The answer, as with most things database, is that it depends.


First, lets note that the results from the two query patterns are different in a significant way.

As an example, consider what happens when table_3 is empty (contains no rows). With the JOIN query pattern, we won't get anything back... the resultset will contain zero rows.

The other query, running separate queries of each table, will return rows from table_1 and table_2.

Also, with the JOIN pattern, we are going to be returning redundant copies of data from table_1, table_2...


But in terms of "faster", typically the JOIN pattern will be faster, because it eliminates a LOT of the roundtrips to the database. Sending the SQL, parsing the tokens, semantics check, developing an execution plan, executing the plan, preparing a resultset, returning the resultset to the client, waiting for the client to do a fetch, and then cleaning up (closing the statement handle and discarding the resultset.)

When the number of database round trips increase dramatically, that small overhead of each statement execution starts to accumulate in signifigance.

The upside is that with a simple query, there tends to be a lower number of execution paths to consider, and we typically get a reasonably efficient plan with each query (assuming suitable indexes are available.


The risk with the JOIN pattern is that we can generate a very large set, that includes a lot of redundant data on each row.


Let's consider a scenario:

If we've got 1,000 rows in table_1.

And if we've 1,000 rows in table_2 for each row in table_1.

And if we've got 100 rows in table_3 for each row in table_2.

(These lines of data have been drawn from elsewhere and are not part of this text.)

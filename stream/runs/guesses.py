"""Guessing the fields of a message: a column of a sample in, the kind of field with the reason out."""

from __future__ import annotations

import math
import re
from collections import Counter
from collections.abc import Sequence
from dataclasses import dataclass, field, replace
from typing import Any

from stream.decoding.uses import BY_KIND, MAX_QUANTITY, Use
from stream.runs.columns import Column

__all__ = ["TIME_HINT", "FieldGuess", "guess_field", "is_prose", "only_in_rejects", "rejects", "unfit"]

TIME_HINT = re.compile(r"(^|_)(at|on|time|timestamp|ts|date|datetime|when|created)$|_(s|ms)$")
CODE_HINT = re.compile(r"(^|_)(id|code|no|nr|number|zip|postcode|type|kind|class)$")

FEW_NUMBERS = 50
"""Whole numbers with no more different values than this are taken for codes, not amounts."""
OBJECTS = Use("a path into objects", frozenset(("an object",)))


@dataclass(frozen=True, slots=True)
class FieldGuess:
    """A field as it would stand in the settings; `kind` None: cannot be one; not `active`: commented out.

    `doubt`: what needs a look before anything is learned. `rejected`: rows of the sample that would be
    rejected for this path.
    """

    path: str
    kind: str | None
    active: bool
    reason: str
    options: dict[str, Any] = field(default_factory=dict)
    doubt: str = ""
    rejected: frozenset[int] = frozenset()


def rejects(column: Column, use: Use, fate: str = "will be rejected") -> tuple[str, frozenset[int]]:
    """What to say of the odd values that `use` does not take, and their rows; `fate`: what they meet."""
    odd = {row: name for row, name in column.odd.items() if name not in use.kinds}
    if not odd:
        return "", frozenset()
    count = len(column.values) + column.objects + len(column.odd)
    names = [
        f"{name} ({number:,})" if len(odd) > number else name
        for name, number in Counter(odd.values()).most_common(3)
    ]
    are, they = ("is", "it") if len(odd) == 1 else ("are each", "they")
    what = f"{len(odd):,} of {count:,} values {are} {' or '.join(names)}"
    text = f'"{column.path}": {what}; {they} {fate}.'
    return text, frozenset(odd)


def guess_field(column: Column, label: Column | None) -> FieldGuess | None:
    """The field that `column` would make; None where it only holds objects.

    Values of another kind than nearly all do not decide, unless the field takes them as well.
    """
    plain = _guess_field(column, label)
    if column.usual is column:
        return plain
    usual = _guess_field(column.usual, label)
    if usual is None:
        doubt, rows = rejects(column.usual, OBJECTS)
        return FieldGuess(column.path, None, False, f"an object. {doubt}", {}, doubt, rows)
    if plain is not None and (plain.kind == usual.kind or (plain.active and not usual.active)):
        return plain
    if usual.kind is None:
        return usual
    doubt, rows = rejects(column.usual, BY_KIND[usual.kind])
    return replace(usual, reason=f"{usual.reason}. {doubt}".rstrip(". "), doubt=doubt, rejected=rows)


def only_in_rejects(
    guesses: Sequence[FieldGuess], columns: Sequence[Column], rejected: frozenset[int]
) -> list[FieldGuess]:
    """The guesses, but left out where no message has the path that would not be rejected for another one.

    Such a path comes with an error of the feed, and a run would warn that it never meets it.
    """
    rows = {one.path: {*one.rows, *one.object_rows} for one in columns if one.addressable}
    reason = "is there only in messages that will be rejected"
    return [
        replace(guess, active=False, reason=reason, doubt="", rejected=frozenset())
        if guess.active and rows[guess.path] <= rejected
        else guess
        for guess in guesses
    ]


def _guess_field(column: Column, label: Column | None) -> FieldGuess | None:
    if column.objects and not column.values:
        return None
    why_not = unfit(column)
    if why_not or not column.values:
        return FieldGuess(column.path, None, False, why_not or "null in every message of the sample")
    kind, reason, options = _kind(column)
    if kind is None:
        return FieldGuess(column.path, None, False, reason)
    against = _not_worth_it(column, kind, label)
    return FieldGuess(column.path, kind, not against, against or reason, options)


def unfit(column: Column) -> str:
    """Why a path cannot be read as a field at all."""
    if not column.addressable:
        return (
            "no dotted path leads there: a key is empty, or has a dot, quote, backslash or control character"
        )
    above = column.parent
    while above is not None:
        if above.usual.values:
            return f'"{above.path}" is an object in some messages and none in others'
        above = above.parent
    if column.objects and column.values:
        return "an object in some messages and none in others"
    if list in column.types and len(column.types) > 1:
        return "a list in some messages and none in others"
    if list in column.types:
        items = {type(item) for values in column.values for item in values}
        return "" if items <= {str, int} else "a list whose items are not all texts or whole numbers"
    if float in column.types and not column.types <= {int, float}:
        return "numbers with a fraction in some messages and no numbers in others"
    if any(not math.isfinite(v) or abs(v) > MAX_QUANTITY for v in column.values if isinstance(v, float)):
        return "numbers beyond 3.4e38"
    if any(abs(v) >= 1 << 63 for v in column.values if isinstance(v, int)):
        return "whole numbers of more than 64 bits; write them as texts"
    return ""


def _kind(column: Column) -> tuple[str | None, str, dict[str, Any]]:
    count = f"{column.distinct:,} different value{'s' * (column.distinct != 1)}"
    if column.types == {list}:
        if not column.counts:
            return None, "an empty list in every message of the sample", {}
        return "list", f"lists of {column.distinct:,} different items", {}
    if column.types == {str}:
        few = column.distinct <= 50 and column.distinct * 10 <= len(column.values)
        if not few and not column.instants and is_prose(column):
            return "words", f"free text, {_mean_length(column):.0f} characters on average", {}
        return "category", count, {}
    if not column.types <= {int, float}:
        return "category", count, {}
    codes = column.distinct <= FEW_NUMBERS or bool(CODE_HINT.search(column.last))
    if column.types == {int} and codes:
        return "category", f"whole numbers, {count}", {}
    low, high = min(column.values), max(column.values)
    return "quantity", f"numbers from {low:g} to {high:g}", {"bins": _deciles(column.values)}


def is_prose(column: Column) -> bool:
    """Whether texts look like sentences rather than codes."""
    long = sum(len(value.split()) >= 3 for value in column.values)
    unspaced = sum(sum(ord(c) >= 0x2E80 for c in value) >= 6 for value in column.values)
    several = column.nearly_unique and column.mostly_texts_with_spaces
    return 10 * (long + unspaced) >= 3 * len(column.values) or several


def _mean_length(column: Column) -> float:
    return sum(map(len, column.values)) / len(column.values)


def _deciles(values: Sequence[float]) -> list[float]:
    """Edges near the deciles, to two digits: as many messages in each bin, whatever the unit."""
    ordered = sorted(values)
    cuts = {float(f"{ordered[len(ordered) * tenth // 10]:.2g}") + 0.0 for tenth in range(1, 10)}
    return sorted(cuts)


def _not_worth_it(column: Column, kind: str, label: Column | None) -> str:
    """Why a field that could be read is better left out, or nothing."""
    if label is not None and label.missing >= 5 and column.rows == label.rows:
        return f'is there only where "{label.path}" is: it seems to come with the outcome'
    if column.constant:
        return "the same in every message: the intercept says as much"
    if column.instants or (column.epochs and TIME_HINT.search(column.last)):
        return "a time: its values do not come back"
    if kind in ("category", "list") and column.nearly_unique:
        return (
            f"{column.distinct:,} different values in {len(column.values):,} messages: most tokens would be "
            "seen once, learn nothing and fill memory"
        )
    return ""
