def test_current_leads_to_the_snapshot_that_readers_take(tmp_path: Path) -> None:
    current = tmp_path / "current"
    snapshots = filled(tmp_path, 10, 20, 30, keep=2)
    assert os.readlink(current) == name(30) and read_snapshot(current).messages == 30
    snapshots.use(name(20))
    assert os.readlink(current) == name(20)
    filled(tmp_path, 40, 50, keep=2)
    assert os.readlink(current) == name(20), "as long as it is the one in use"
    snapshots.use(None)
    assert os.readlink(current) == name(50)
    damage(tmp_path / name(50) / "manifest.json")
    filled(tmp_path, 45)
    assert os.readlink(current) == name(45), "what is of a history that was left, or broken, is no choice"
    snapshots.retire_after(-1)
    assert os.readlink(current) == f"earlier-2-{name(45)}"
    assert all(entry.name != "current" for entry in snapshots.list())


def test_a_copy_that_made_a_folder_of_the_link_is_put_right(tmp_path: Path) -> None:
    filled(tmp_path / "state", 10, 20)
    shutil.copytree(tmp_path / "state", tmp_path / "copy")
    current = tmp_path / "copy" / "current"
    assert current.is_dir() and not current.is_symlink()
    filled(tmp_path / "copy", 30)
    assert os.readlink(current) == name(30) and listed(Snapshots(tmp_path / "copy", 9))[0] == name(30)


def test_current_never_leads_nowhere_while_a_history_is_left(
    tmp_path: Path, monkeypatch: pytest.MonkeyPatch
) -> None:
    snapshots, seen = filled(tmp_path, 10, 20, 30), []
    rename = Snapshots._rename

    def watched(*args):
        seen.append((tmp_path / "current" / "manifest.json").exists())
        rename(*args)
        seen.append((tmp_path / "current" / "manifest.json").exists())

    monkeypatch.setattr(Snapshots, "_rename", watched)
    snapshots.retire_after(10)
    assert seen == [True] * 4 and os.readlink(tmp_path / "current") == name(10)


def test_a_link_that_was_not_finished_is_swept_away(tmp_path: Path) -> None:
    filled(tmp_path, 10)
    os.symlink(name(10), tmp_path / ".writing-0123456789abcdef")
    assert remove_leftovers(tmp_path) == [".writing-0123456789abcdef"]
    assert read_snapshot(tmp_path / name(10)).messages == 10


def test_the_one_in_use_is_checked_first_and_never_swapped_silently(tmp_path: Path) -> None:
    snapshots = filled(tmp_path, 1, 2)
    damage(tmp_path / name(1) / ARRAYS)
    with pytest.raises(BadData, match=ARRAYS):
        snapshots.use("1")
    assert snapshots.in_use() is None
    snapshots.use("2")
    assert snapshots.list()[0].in_use
    damage(tmp_path / name(2) / ARRAYS)
    with pytest.raises(BadData, match=ARRAYS):
        snapshots.load()
    (tmp_path / "in-use").write_text("../elsewhere\n")
    with pytest.raises(BadData, match="in-use"):
        snapshots.load()


def test_writing_the_same_snapshot_again_changes_nothing(tmp_path: Path) -> None:
    snapshots = filled(tmp_path, 10, 20)
    snapshots.pin("10")
    before = (tmp_path / name(10)).stat().st_ino
    filled(tmp_path, 10)
    assert (tmp_path / name(10)).stat().st_ino == before
    assert listed(snapshots) == [name(20), name(10)]


def test_snapshots_of_a_history_that_was_left_are_kept_as_earlier_ones(tmp_path: Path) -> None:
    snapshots = filled(tmp_path, 10, 20, 30)
    snapshots.pin("30")
    snapshots.use("20")
    other = weights({1: 99.0})
    snapshots.write(20, other, ABOUT)
    assert listed(snapshots) == [name(20), name(10), f"earlier-1-{name(30)}", f"earlier-1-{name(20)}"]
    assert snapshots.pinned() == {f"earlier-1-{name(30)}"}
    assert os.listdir(tmp_path / "pinned") == [f"earlier-1-{name(30)}"]
    assert snapshots.in_use() == f"earlier-1-{name(20)}"
    assert snapshots.load().weights.values[0] == 20
    snapshots.use(None)
    assert snapshots.load().weights.values[0] == 99
    assert snapshots.load(f"earlier-1-{name(30)}").weights.values[0] == 30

And if we've got 10 rows in table_4 for each row in table_3.

And if we've got 1 row in table_5 for each row in table_4.

Some quick math here... 10^3 ^ 10^3 * 10^2 * 10^1 * 10^0 = 10^9

That will result in one billion rows in the resultset. The data for each row in table_1 is going to be repeated 10^6 times. That's one million copies of the same table_1 values.

We have potential for a "very large" resultset, and a corresponding increase on resource demands, which can incur a performance penalty.

So we tend towards a middle ground. We prefer to process sets rather than processing RBAR (row by agonizing row), but we also want to avoid Hugh Jass resultsets.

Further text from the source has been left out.